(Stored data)
.....
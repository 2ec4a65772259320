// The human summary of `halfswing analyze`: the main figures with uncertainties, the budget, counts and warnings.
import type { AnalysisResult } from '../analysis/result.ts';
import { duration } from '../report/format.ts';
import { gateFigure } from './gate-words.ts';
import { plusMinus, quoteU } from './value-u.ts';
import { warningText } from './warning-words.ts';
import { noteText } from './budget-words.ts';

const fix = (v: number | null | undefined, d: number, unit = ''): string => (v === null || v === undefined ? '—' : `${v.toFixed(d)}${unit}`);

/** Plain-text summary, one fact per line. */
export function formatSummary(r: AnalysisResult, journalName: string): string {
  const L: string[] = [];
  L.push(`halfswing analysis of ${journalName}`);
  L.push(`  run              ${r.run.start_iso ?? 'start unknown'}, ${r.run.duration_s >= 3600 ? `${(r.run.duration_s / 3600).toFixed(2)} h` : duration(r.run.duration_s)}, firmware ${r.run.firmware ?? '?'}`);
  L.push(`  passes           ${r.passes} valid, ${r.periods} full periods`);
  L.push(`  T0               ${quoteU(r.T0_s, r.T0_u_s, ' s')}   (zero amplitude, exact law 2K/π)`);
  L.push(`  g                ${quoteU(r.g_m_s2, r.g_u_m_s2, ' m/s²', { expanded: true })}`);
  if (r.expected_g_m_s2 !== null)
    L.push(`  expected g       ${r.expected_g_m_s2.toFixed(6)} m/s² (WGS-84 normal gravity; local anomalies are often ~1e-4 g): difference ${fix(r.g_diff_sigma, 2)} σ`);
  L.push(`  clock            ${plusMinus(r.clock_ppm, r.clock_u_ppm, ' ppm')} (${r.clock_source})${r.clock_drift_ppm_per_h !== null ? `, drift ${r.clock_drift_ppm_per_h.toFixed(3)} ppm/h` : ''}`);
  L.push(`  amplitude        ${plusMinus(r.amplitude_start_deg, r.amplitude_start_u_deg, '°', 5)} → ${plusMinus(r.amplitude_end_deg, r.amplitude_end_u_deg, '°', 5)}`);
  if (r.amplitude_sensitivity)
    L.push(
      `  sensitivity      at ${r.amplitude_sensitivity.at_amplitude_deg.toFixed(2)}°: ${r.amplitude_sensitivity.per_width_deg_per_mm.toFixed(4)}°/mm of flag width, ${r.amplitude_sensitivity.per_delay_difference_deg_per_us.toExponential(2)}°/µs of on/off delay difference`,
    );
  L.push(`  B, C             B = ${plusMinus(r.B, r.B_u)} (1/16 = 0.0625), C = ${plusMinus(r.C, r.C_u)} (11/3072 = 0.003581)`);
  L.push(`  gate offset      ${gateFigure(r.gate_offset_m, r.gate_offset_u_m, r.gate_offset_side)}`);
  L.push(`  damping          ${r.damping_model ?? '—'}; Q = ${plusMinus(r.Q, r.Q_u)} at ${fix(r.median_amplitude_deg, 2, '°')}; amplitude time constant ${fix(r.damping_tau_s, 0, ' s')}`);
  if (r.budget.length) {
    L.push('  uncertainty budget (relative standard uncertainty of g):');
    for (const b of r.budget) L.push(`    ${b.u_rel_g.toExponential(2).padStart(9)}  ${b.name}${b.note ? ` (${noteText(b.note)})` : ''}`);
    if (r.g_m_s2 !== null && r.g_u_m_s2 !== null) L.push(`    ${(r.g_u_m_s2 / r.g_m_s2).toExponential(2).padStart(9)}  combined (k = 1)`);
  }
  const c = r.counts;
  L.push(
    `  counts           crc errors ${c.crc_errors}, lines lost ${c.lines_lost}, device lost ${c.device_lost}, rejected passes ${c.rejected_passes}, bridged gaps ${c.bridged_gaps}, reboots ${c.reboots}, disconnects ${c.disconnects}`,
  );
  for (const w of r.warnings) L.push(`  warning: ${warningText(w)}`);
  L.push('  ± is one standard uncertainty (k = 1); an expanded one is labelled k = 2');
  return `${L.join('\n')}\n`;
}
.....
**DESCRIPTION OF THE TASK:** From the entries, report each line that includes the word "quoteU".

**SOLUTION TO THIS EXERCISE:**
import { plusMinus, quoteU } from './value-u.ts';
  L.push(`  T0               ${quoteU(r.T0_s, r.T0_u_s, ' s')}   (zero amplitude, exact law 2K/π)`);
  L.push(`  g                ${quoteU(r.g_m_s2, r.g_u_m_s2, ' m/s²', { expanded: true })}`);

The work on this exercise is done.